**Records to process**
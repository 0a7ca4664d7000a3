using System.Diagnostics.CodeAnalysis;
using System.Runtime.CompilerServices;

namespace EvapMonitor.Core.Properties;

/// <summary>Liquid and vapour by pressure and temperature.</summary>
public static partial class Steam
{
    // Saturation pressures at 273, 274 … 624 K, so that the phase of a state is judged by one look-up instead of one equation.
    private static readonly double[] WholeKelvins = [.. Enumerable.Range(273, 352).Select(k => Saturation.Pressure(k))];

    /// <summary>Specific enthalpy of liquid water, J/kg: equation 7.</summary>
    /// <param name="pressure">Pa, above 0 (and the saturation pressure less <see cref="PhaseTolerance"/>) to <see cref="HighestPressure"/>.</param>
    /// <param name="temperature">K, from <see cref="LowestTemperature"/> to <see cref="HighestSaturatedStateTemperature"/>.</param>
    public static double LiquidEnthalpy(double pressure, double temperature)
    {
        RequireLiquid(pressure, temperature);
        return Region1.Enthalpy(pressure, temperature);
    }

    /// <summary>Specific enthalpy of liquid water with ∂h/∂p and ∂h/∂T, in one go: J/kg, J/(kg·Pa), J/(kg·K). Range as for <see cref="LiquidEnthalpy"/>.</summary>
    public static (double Value, double ByPressure, double ByTemperature) LiquidEnthalpyWithSlopes(double pressure, double temperature)
    {
        RequireLiquid(pressure, temperature);
        return Region1.EnthalpyWithSlopes(pressure, temperature);
    }

    /// <summary>Specific volume of liquid water, m³/kg: equation 7. Range as for <see cref="LiquidEnthalpy"/>.</summary>
    public static double LiquidVolume(double pressure, double temperature)
    {
        RequireLiquid(pressure, temperature);
        return Region1.Volume(pressure, temperature);
    }

    /// <summary>Specific entropy of liquid water, J/(kg·K): equation 7. Range as for <see cref="LiquidEnthalpy"/>.</summary>
    public static double LiquidEntropy(double pressure, double temperature)
    {
        RequireLiquid(pressure, temperature);
        return Region1.Entropy(pressure, temperature);
    }

    /// <summary>Isobaric heat capacity of liquid water, ∂h/∂T in J/(kg·K): equation 7. Range as for <see cref="LiquidEnthalpy"/>.</summary>
    public static double LiquidHeatCapacity(double pressure, double temperature)
    {
        RequireLiquid(pressure, temperature);
        return Region1.HeatCapacity(pressure, temperature);
    }

    /// <summary>∂h/∂p of liquid water at constant temperature, J/(kg·Pa): equation 7 differentiated. Range as for <see cref="LiquidEnthalpy"/>.</summary>
    public static double LiquidEnthalpyByPressure(double pressure, double temperature)
    {
        RequireLiquid(pressure, temperature);
        return Region1.EnthalpyByPressure(pressure, temperature);
    }

    /// <summary>Specific enthalpy of vapour, J/kg: equations 15 to 17.</summary>
    /// <param name="pressure">Pa, above 0 to the saturation pressure (and <see cref="PhaseTolerance"/> beyond), at most <see
    /// cref="HighestPressure"/>.</param>
    /// <param name="temperature">K, from <see cref="LowestTemperature"/> to <see cref="HighestVapourTemperature"/>; above 623.15 K only below the
    /// saturation pressure at 623.15 K or above 863.15 K (region 3 lies between).</param>
    public static double VapourEnthalpy(double pressure, double temperature)
    {
        RequireVapour(pressure, temperature);
        return Region2.Enthalpy(pressure, temperature);
    }

    /// <summary>Specific enthalpy of vapour with ∂h/∂p and ∂h/∂T, in one go: J/kg, J/(kg·Pa), J/(kg·K). Range as for <see cref="VapourEnthalpy"/>.</summary>
    public static (double Value, double ByPressure, double ByTemperature) VapourEnthalpyWithSlopes(double pressure, double temperature)
    {
        RequireVapour(pressure, temperature);
        return Region2.EnthalpyWithSlopes(pressure, temperature);
    }

    /// <summary>Specific volume of vapour, m³/kg: equations 15 to 17. Range as for <see cref="VapourEnthalpy"/>.</summary>
    public static double VapourVolume(double pressure, double temperature)
    {
        RequireVapour(pressure, temperature);
        return Region2.Volume(pressure, temperature);
    }

    /// <summary>Specific entropy of vapour, J/(kg·K): equations 15 to 17. Range as for <see cref="VapourEnthalpy"/>.</summary>
    public static double VapourEntropy(double pressure, double temperature)
    {
        RequireVapour(pressure, temperature);
        return Region2.Entropy(pressure, temperature);
    }

    /// <summary>Isobaric heat capacity of vapour, ∂h/∂T in J/(kg·K): equations 15 to 17. Range as for <see cref="VapourEnthalpy"/>.</summary>
    public static double VapourHeatCapacity(double pressure, double temperature)
    {
        RequireVapour(pressure, temperature);
        return Region2.HeatCapacity(pressure, temperature);
    }

    /// <summary>∂h/∂p of vapour at constant temperature, J/(kg·Pa): equations 15 to 17 differentiated. Range as for <see cref="VapourEnthalpy"/>.</summary>
    public static double VapourEnthalpyByPressure(double pressure, double temperature)
    {
        RequireVapour(pressure, temperature);
        return Region2.EnthalpyByPressure(pressure, temperature);
    }

    [MethodImpl(MethodImplOptions.AggressiveInlining)]
    private static void RequireLiquid(double pressure, double temperature)
    {
        if (!(temperature >= LowestTemperature && temperature <= HighestSaturatedStateTemperature))
            RefuseTemperature(temperature, LowestTemperature, HighestSaturatedStateTemperature, "liquid (region 1)");
        var lower = (int)temperature - 273 - (int)PhaseTolerance;
        if (!(pressure > (lower < 0 ? 0 : WholeKelvins[lower]) && pressure <= HighestPressure))
            RefusePhase(pressure, temperature, lower < 0 ? 0 : WholeKelvins[lower], HighestPressure, "liquid (region 1)");
    }

    [MethodImpl(MethodImplOptions.AggressiveInlining)]
    private static void RequireVapour(double pressure, double temperature)
    {
        if (!(temperature >= LowestTemperature && temperature <= HighestVapourTemperature))
            RefuseTemperature(temperature, LowestTemperature, HighestVapourTemperature, "vapour (region 2)");
        var upper = (int)temperature - 273 + (int)PhaseTolerance;
        var highest = (uint)upper < (uint)WholeKelvins.Length ? WholeKelvins[upper] : HighestVapourPressure(temperature);
        if (!(pressure > 0 && pressure <= highest))
            RefusePhase(pressure, temperature, 0, highest, "vapour (region 2)");
    }

    // Above 603 K: the saturation line, then the border to region 3, R7-97(2012), equation 5 with table 1, then the highest pressure.
    private static double HighestVapourPressure(double temperature) => temperature switch
    {
        <= HighestSaturatedStateTemperature => HighestSaturatedStatePressure,
        <= 863.15 => 1e6 * (0.34805185628969e3 + temperature * (-0.11671859879975e1 + temperature * 0.10192970039326e-2)),
        _ => HighestPressure,
    };

    [DoesNotReturn, MethodImpl(MethodImplOptions.NoInlining)]
    private static void RefusePhase(double pressure, double temperature, double lowest, double highest, string what) =>
        throw new ArgumentOutOfRangeException(nameof(pressure), pressure, FormattableString.Invariant(
            $"Pressure {pressure} Pa is outside the range of {what} at {temperature} K: above {lowest} Pa, to {highest} Pa (absolute)."));
}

**Task description**
In which lines of the records does the word "void" appear? Copy each of them.

**Solution to this task**
    private static void RequireLiquid(double pressure, double temperature)
    private static void RequireVapour(double pressure, double temperature)
    private static void RefusePhase(double pressure, double temperature, double lowest, double highest, string what) =>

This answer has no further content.